= Belomancy =

Ancient art of divination by use of arrows

Belomancy, also bolomancy, is the ancient art of divination by use of arrows. The word is built upon βέλος, and μαντεία, manteia, 'divination'. Belomancy was anciently practiced at least by Babylonians, Greeks, Arabs and Scythians.

== Practice ==

Arrows were typically marked with occult symbols, with feathers for every known method. In one example, different possible answers to a given question were written and tied to each arrow; for example, three arrows would be marked with the phrases, God orders it me, God forbids it me, and the third would be blank: the arrow that flew the furthest indicated the answer. Another method involves the same idea, but instead without shooting arrows. They would simply be shuffled in a quiver, worn preferably on the back, and the first arrow to be drawn indicated the answer. If a blank arrow was drawn, they would redraw.

== History ==
Use of belomancy dates to ancient times; it is likely mentioned in the Book of Ezekiel 21:21, shown below in the original Hebrew and translated to English in the New American Standard Bible:

כִּי-עָמַד מֶלֶךְ-בָּבֶל אֶל-אֵם הַדֶּרֶךְ, בְּרֹאשׁ שְׁנֵי הַדְּרָכִים--לִקְסָם-קָסֶם: קִלְקַל בַּחִצִּים שָׁאַל בַּתְּרָפִים, רָאָה בַּכָּבֵד.

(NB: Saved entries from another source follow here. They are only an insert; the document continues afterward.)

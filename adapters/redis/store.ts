// Over ~400 lines on purpose: every Store method against Redis and its per-process cache, in one place; split after the reliability work lands.
// The Redis store: sessions, logbooks and event streams in Redis or Redis Cluster, shared by every bot
// process. A read is one EVALSHA for the slots (answered with just the version when this process's
// cached copy is current) and one per logbook slice for what is new since this process last looked;
// a commit is one EVALSHA that checks the version and applies the whole turn atomically. Each process
// keeps a LogbookIndex per scope it serves, extended incrementally, so a search costs no more Redis
// traffic than the entries added since the last one.
// Over 400 lines: the store's methods share its caches (sessions, scopes, links) and its Lua calling
// conventions; splitting the logbook scope cache into its own file is the natural next cut.

import { randomBytes } from 'node:crypto';
import type { VectorIndexOptions } from '../../src/vectors/index.js';
import type { DeprecatedStoreOptions } from '../../src/deprecated-fields.js';
import { logbookIndexFor } from '../../src/store/in-process.js';
import { ConfigError, ErrorCodes, StoreError, describeValue } from '../../src/errors.js';
import { LogbookIndex, type LogbookQuery, type LogbookSearchParams, type LogbookSearchResult } from '../../src/logbook/index.js';
import { SlotTable } from '../../src/memory/slots.js';
import { listEntries } from '../../src/store/in-process.js';
import type { CommitRequest, CommitResult, EraseReport, EraseTarget, ErasureMarks, FleetRecord, ListLogbookOptions, SessionSnapshot, Store, StoreStats, SweepReport, SweepRequest } from '../../src/store/store.js';
import type { LogbookEntry, LogbookScope, SessionRef, StoredEvent } from '../../src/types.js';
import { connectUrl, ensureReady, ioredisInstalled, isCluster, runScript, unavailable, type RedisClient } from './client.js';
import { corrupt, decodeLogbook, decodeRecord, decodeSlot, encodeRecord, encodeSlot, joinBlock, sealBlock, sealTail, splitBlock, type KeyFormat, type RawRecord, type RecordHome } from './codec.js';
import { turnEntryId } from '../../src/middleware/write.js';
import { KeySpace, type SessionKeys } from './keys.js';
import { COMMIT, ERASE, LINK, LOAD, LOG_DELETE, LOG_FETCH, LOG_QUARANTINE, LOG_REWRITE, QUARANTINE, RESTAT, SEAL, SEAL_TAIL, STATS_KEYS, SWEEP, TRIM, USER_CAP, USER_ERASE, type LuaScript } from './scripts.js';

export interface RedisSlotStoreOptions extends DeprecatedStoreOptions {
  /**
   * An ioredis `Redis` or `Cluster` instance, or a `redis://` URL (the store then creates a client with
   * `REDIS_CLIENT_OPTIONS` and closes it on `close()`; a client you pass stays yours to close).
   * Do not set ioredis `keyPrefix` on it: use `prefix`.
   * @default 'redis://127.0.0.1:6379'
   */
  redis?: RedisClient | string;
  /** Prepended to every key; must not contain `{` or `}` (they would move the hash tag). @default 'tidemark:' */
  prefix?: string;
  /**
   * Seconds of inactivity after which a session's keys (slots, events, its logbook entries) expire; every
   * commit refreshes it. 0 keeps sessions until erased. @default 2592000 (30 days)
   */
  idleTtlSeconds?: number;
  /**
   * How slot and logbook vectors are stored: `int8` (1 byte per dimension plus a per-vector scale; about a
   * quarter of the memory, component error below 0.005 for unit vectors) or `float32` (exact).
   * @default 'int8'
   */
  keyFormat?: KeyFormat;
  /**
   * Events kept per session stream (`XADD … MAXLEN ~ N`: Redis trims whole stream nodes, so a stream
   * may hold up to one node — 100 entries by default — more). 0 stores no events. @default 1000
   */
  maxEvents?: number;
  /**
   * Sessions whose decoded slot table this process keeps, keyed by version (least recently used out);
   * a read of an unchanged session then transfers only its version. Also bounds the logbook scopes kept
   * indexed. 0 disables both caches. @default 1000
   */
  cacheSessions?: number;
  /** How long the first call waits for the initial connection (ms); later calls never wait. @default 2000 */
  connectTimeoutMs?: number;
  /** Options of each logbook scope's vector index (exact scan, HNSW past a size). */
  vectorIndex?: VectorIndexOptions;
  /**
   * Seconds an erase tombstone (a time, no data) and an applied commit id are kept. A write older than
   * this — waiting in some process's outbox — could no longer be told from a new one, so it must stay
   * above the middleware's `outbox.maxAgeMs` (1 day by default). @default 604800 (7 days)
   */
  fenceTtlSeconds?: number;
  /**
   * Ms after this process's last commit to a logbook slice at which it compresses the slice's open
   * block (merged with the block before it when they fit one), so a session at rest holds no
   * uncompressed entries — a short session's only block included. Off the commit's path: two round
   * trips per pause of a session, none per turn. 0 leaves open blocks as written. @default 60000
   */
  sealIdleMs?: number;
}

"For the king of Babylon stands at the parting of the way, at the head of the two ways, to use divination; he shakes the arrows, he consults the teraphim, he looks at the liver."

Jerome agrees with this understanding of the verse, and observes that the practice was frequent among the Assyrians and Babylonians. (Something like it is also mentioned in Hosea 4:12, although a staff or rod is used instead of arrows, which is rhabdomancy rather than belomancy.) (Note: Grotius (as well as Jerome) confounds the two together, and shows that it prevailed much among the Magi, Chaldeans, and Scythians, from which it passed to the Slavonians, and then to the Germans, whom Tacitus observes to make use of it.)

=== Islam ===
Verse 3 of Surah Al-Ma'idah in the Qur'an forbids belomancy (الأزلام), while verse 90 of Surah Al-Ma'idah states literally

يَـٰٓأَيُّهَا ٱلَّذِينَ ءَامَنُوٓا۟ إِنَّمَا ٱلْخَمْرُ وَٱلْمَيْسِرُ وَٱلْأَنصَابُ وَٱلْأَزْلَـٰمُ رِجْسٌۭ مِّنْ عَمَلِ ٱلشَّيْطَـٰن
 (Note: Phonetic transliteration:
Yā 'Ayyuhā Al-Ladhīna 'Āmanū 'Innamā Al-Khamru Wa Al-Maysiru Wa Al-'Anşābu

Wa Al-'Azlāmu Rijsun Min `Amali Ash-Shayţāni Fājtanibūhu La`allakum Tufliĥūn)فَٱجْتَنِبُوهُ لَعَلَّكُمْ تُفْلِحُونَ

"O you who have believed, indeed, intoxicants, gambling, sacrificing on stone alters to other than Allah, and divining arrows are but defilement from the work of Satan, so avoid it that you may be successful."

==== Pre-Islamic Arabia ====
Belomancy is also attested in pre-Islamic Arab religion. In his Book of Idols, early Muslim historian Ibn al-Kalbi mentions that there were seven divination arrows in front of the statue of Hubal in the Kaaba.